- Task details
What is needed is every line of the data that includes the word "auto". Please copy each one.

Extracted information Start Marker

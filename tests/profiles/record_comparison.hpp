// Field-by-field comparison of run records, reporting the first differing field.
#pragma once

#include <cmath>
#include <optional>
#include <vector>
#include <gtest/gtest.h>

#include "wetfront/profiles/run_record.hpp"

namespace wetfront::profiles::testing {

inline void expect_same_snapshot(const solver::ProfileSnapshot& a, const solver::ProfileSnapshot& b) {
  EXPECT_EQ(a.time_days, b.time_days);
  EXPECT_EQ(a.head_cm, b.head_cm);
  EXPECT_EQ(a.water_content, b.water_content);
  EXPECT_EQ(a.conductivity_cm_per_d, b.conductivity_cm_per_d);
  EXPECT_EQ(a.sink_rate_per_day, b.sink_rate_per_day);
  EXPECT_EQ(a.face_flux_cm_per_d, b.face_flux_cm_per_d);
  EXPECT_EQ(a.ponded_depth_cm, b.ponded_depth_cm);
}

inline void expect_same_balance(const solver::CumulativeBalance& a, const solver::CumulativeBalance& b) {
  EXPECT_EQ(a.time_days, b.time_days);
  EXPECT_EQ(a.water_input_cm, b.water_input_cm);
  EXPECT_EQ(a.potential_evaporation_cm, b.potential_evaporation_cm);
  EXPECT_EQ(a.actual_evaporation_cm, b.actual_evaporation_cm);
  EXPECT_EQ(a.runoff_cm, b.runoff_cm);
  EXPECT_EQ(a.infiltration_cm, b.infiltration_cm);
  EXPECT_EQ(a.transpiration_cm, b.transpiration_cm);
  EXPECT_EQ(a.bottom_flux_cm, b.bottom_flux_cm);
  EXPECT_EQ(a.plane_flux_cm, b.plane_flux_cm);
  EXPECT_EQ(a.ponded_depth_cm, b.ponded_depth_cm);
  EXPECT_EQ(a.soil_storage_cm, b.soil_storage_cm);
  EXPECT_EQ(a.balance_error_cm, b.balance_error_cm);
}

// Equal, with NaN (no value) equal to NaN.
inline bool same_value(double x, double y) { return (std::isnan(x) && std::isnan(y)) || x == y; }

inline bool same_values(const std::vector<double>& x, const std::vector<double>& y) {
  if (x.size() != y.size()) return false;
  for (std::size_t i = 0; i < x.size(); ++i)
    if (!same_value(x[i], y[i])) return false;
  return true;
}

// Both present and alike (`compare` checks their fields), or both absent.
template <class T, class Compare>
void expect_same_optional(const std::optional<T>& a, const std::optional<T>& b, Compare compare) {
  ASSERT_EQ(a.has_value(), b.has_value());
  if (a) compare(*a, *b);
}

// The same number of elements, alike pairwise (`compare` checks their fields), each traced as
// "label i".
template <class T, class Compare>
void expect_same_each(const std::vector<T>& a, const std::vector<T>& b, const char* label, Compare compare) {
  ASSERT_EQ(a.size(), b.size()) << label;
  for (std::size_t i = 0; i < a.size(); ++i) {
    SCOPED_TRACE(::testing::Message() << label << " " << i);
    compare(a[i], b[i]);
  }
}

// The per-interval columns every recharge estimate has.
template <class Estimate>
void expect_same_agreement(const Estimate& x, const Estimate& y) {
  EXPECT_TRUE(same_values(x.amount_cm, y.amount_cm));
  EXPECT_EQ(x.agreement, y.agreement);
  EXPECT_EQ(x.missing, y.missing);
}

inline void expect_same_record(const RunRecord& a, const RunRecord& b) {
  EXPECT_EQ(a.site_name, b.site_name);
  EXPECT_EQ(a.run_start_date, b.run_start_date);
  EXPECT_EQ(a.program_version, b.program_version);
  EXPECT_EQ(a.input_hash, b.input_hash);

  const solver::ColumnRun& ra = a.run;
  const solver::ColumnRun& rb = b.run;
  EXPECT_EQ(ra.cell_depths_cm, rb.cell_depths_cm);
  EXPECT_EQ(ra.face_depths_cm, rb.face_depths_cm);
  expect_same_each(ra.profiles, rb.profiles, "profile", expect_same_snapshot);
  expect_same_each(ra.balances, rb.balances, "balance row", expect_same_balance);
  EXPECT_EQ(ra.statistics.steps, rb.statistics.steps);
  EXPECT_EQ(ra.statistics.residual_evaluations, rb.statistics.residual_evaluations);
  EXPECT_EQ(ra.statistics.jacobian_evaluations, rb.statistics.jacobian_evaluations);
  EXPECT_EQ(ra.statistics.nonlinear_iterations, rb.statistics.nonlinear_iterations);
  EXPECT_EQ(ra.statistics.nonlinear_failures, rb.statistics.nonlinear_failures);
  EXPECT_EQ(ra.statistics.error_test_failures, rb.statistics.error_test_failures);
  EXPECT_EQ(ra.statistics.surface_switches, rb.statistics.surface_switches);
  EXPECT_EQ(ra.statistics.bottom_switches, rb.statistics.bottom_switches);
  EXPECT_EQ(ra.complete, rb.complete);
  ASSERT_EQ(ra.failure.has_value(), rb.failure.has_value());
  if (ra.failure) {
    EXPECT_EQ(ra.failure->time_days, rb.failure->time_days);
    EXPECT_EQ(ra.failure->depth_cm, rb.failure->depth_cm);
    EXPECT_EQ(ra.failure->reason, rb.failure->reason);
  }

  expect_same_each(a.layers, b.layers, "layer", [](const auto& x, const auto& y) {
    EXPECT_EQ(x.name, y.name);
    EXPECT_EQ(x.top_depth_cm, y.top_depth_cm);
    EXPECT_EQ(x.bottom_depth_cm, y.bottom_depth_cm);
    EXPECT_EQ(x.model_name, y.model_name);
    expect_same_each(x.parameters, y.parameters, "parameter", [](const auto& p, const auto& q) {
      EXPECT_EQ(p.name, q.name);
      EXPECT_EQ(p.value, q.value);
      EXPECT_EQ(p.unit, q.unit);
    });
  });
  expect_same_each(a.sensors, b.sensors, "sensor", [](const auto& x, const auto& y) {
    EXPECT_EQ(x.name, y.name);
    EXPECT_EQ(x.depth_cm, y.depth_cm);
  });
  EXPECT_EQ(a.flux_plane_depths_cm, b.flux_plane_depths_cm);
  expect_same_each(a.forcing, b.forcing, "forcing interval", [](const auto& x, const auto& y) {
    EXPECT_EQ(x.start_day, y.start_day);
    EXPECT_EQ(x.end_day, y.end_day);
    EXPECT_EQ(x.water_input_cm_per_d, y.water_input_cm_per_d);
    EXPECT_EQ(x.potential_evaporation_cm_per_d, y.potential_evaporation_cm_per_d);
    EXPECT_EQ(x.potential_transpiration_cm_per_d, y.potential_transpiration_cm_per_d);
  });
  EXPECT_EQ(a.visit_days, b.visit_days);
  EXPECT_EQ(a.visit_balance, b.visit_balance);
  ASSERT_EQ(a.sensor_comparison.has_value(), b.sensor_comparison.has_value());
  if (a.sensor_comparison) {
    // NaN: an undefined metric or a reading outside the run.
    const auto& ca = *a.sensor_comparison;
    const auto& cb = *b.sensor_comparison;
    const auto same_reading = [](const auto& x, const auto& y) {
      EXPECT_EQ(x.sensor, y.sensor);
      EXPECT_EQ(x.time_days, y.time_days);
      EXPECT_EQ(x.depth_cm, y.depth_cm);
      EXPECT_EQ(x.observed, y.observed);
      EXPECT_TRUE(same_value(x.simulated, y.simulated)) << x.simulated << " " << y.simulated;
      EXPECT_EQ(x.used, y.used);
    };
    expect_same_each(ca.pressure_head, cb.pressure_head, "head reading", same_reading);
    expect_same_each(ca.water_content, cb.water_content, "water content reading", same_reading);
    expect_same_each(ca.metrics, cb.metrics, "metrics", [](const auto& x, const auto& y) {
      EXPECT_EQ(x.name, y.name);
      EXPECT_EQ(x.quantity, y.quantity);
      EXPECT_EQ(x.unit, y.unit);
      EXPECT_TRUE(same_value(x.depth_cm, y.depth_cm));
      EXPECT_EQ(x.readings_used, y.readings_used);
      EXPECT_EQ(x.left_out_beyond_working_limit, y.left_out_beyond_working_limit);
      EXPECT_EQ(x.left_out_outside_run, y.left_out_outside_run);
      EXPECT_TRUE(same_value(x.bias, y.bias));
      EXPECT_TRUE(same_value(x.root_mean_square_error, y.root_mean_square_error));
      EXPECT_TRUE(same_value(x.nash_sutcliffe, y.nash_sutcliffe));
      EXPECT_TRUE(same_value(x.kling_gupta, y.kling_gupta));
    });
  }
  // The field checks, NaN equal to NaN.
  expect_same_optional(a.darcy_estimate, b.darcy_estimate, [](const auto& x, const auto& y) {
    EXPECT_EQ(x.upper_sensor, y.upper_sensor);
    EXPECT_EQ(x.lower_sensor, y.lower_sensor);
    EXPECT_EQ(x.upper_depth_cm, y.upper_depth_cm);
    EXPECT_EQ(x.lower_depth_cm, y.lower_depth_cm);
    EXPECT_EQ(x.conductivity_note, y.conductivity_note);
    expect_same_agreement(x, y);
  });
  expect_same_optional(a.water_table_estimate, b.water_table_estimate, [](const auto& x, const auto& y) {
    EXPECT_EQ(x.well, y.well);
    EXPECT_EQ(x.specific_yield, y.specific_yield);
    EXPECT_EQ(x.recession_cm_per_d, y.recession_cm_per_d);
    EXPECT_EQ(x.specific_yield_note, y.specific_yield_note);
    EXPECT_TRUE(same_values(x.start_depth_cm, y.start_depth_cm));
    EXPECT_TRUE(same_values(x.end_depth_cm, y.end_depth_cm));
    expect_same_agreement(x, y);
  });
  expect_same_optional(a.stored_water, b.stored_water, [](const auto& x, const auto& y) {
    EXPECT_EQ(x.depths_cm, y.depths_cm);
    EXPECT_EQ(x.sources, y.sources);
    EXPECT_EQ(x.visit_days, y.visit_days);
    EXPECT_TRUE(same_values(x.observed_cm, y.observed_cm));
    EXPECT_TRUE(same_values(x.simulated_cm, y.simulated_cm));
    EXPECT_TRUE(same_values(x.observed_change_cm, y.observed_change_cm));
    EXPECT_TRUE(same_values(x.simulated_change_cm, y.simulated_change_cm));
  });
}

}  // namespace wetfront::profiles::testing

Extracted information End Marker

- Result below
  expect_same_each(a.layers, b.layers, "layer", [](const auto& x, const auto& y) {
    expect_same_each(x.parameters, y.parameters, "parameter", [](const auto& p, const auto& q) {
  expect_same_each(a.sensors, b.sensors, "sensor", [](const auto& x, const auto& y) {
  expect_same_each(a.forcing, b.forcing, "forcing interval", [](const auto& x, const auto& y) {
    const auto& ca = *a.sensor_comparison;
    const auto& cb = *b.sensor_comparison;
    const auto same_reading = [](const auto& x, const auto& y) {
    expect_same_each(ca.metrics, cb.metrics, "metrics", [](const auto& x, const auto& y) {
  expect_same_optional(a.darcy_estimate, b.darcy_estimate, [](const auto& x, const auto& y) {
  expect_same_optional(a.water_table_estimate, b.water_table_estimate, [](const auto& x, const auto& y) {
  expect_same_optional(a.stored_water, b.stored_water, [](const auto& x, const auto& y) {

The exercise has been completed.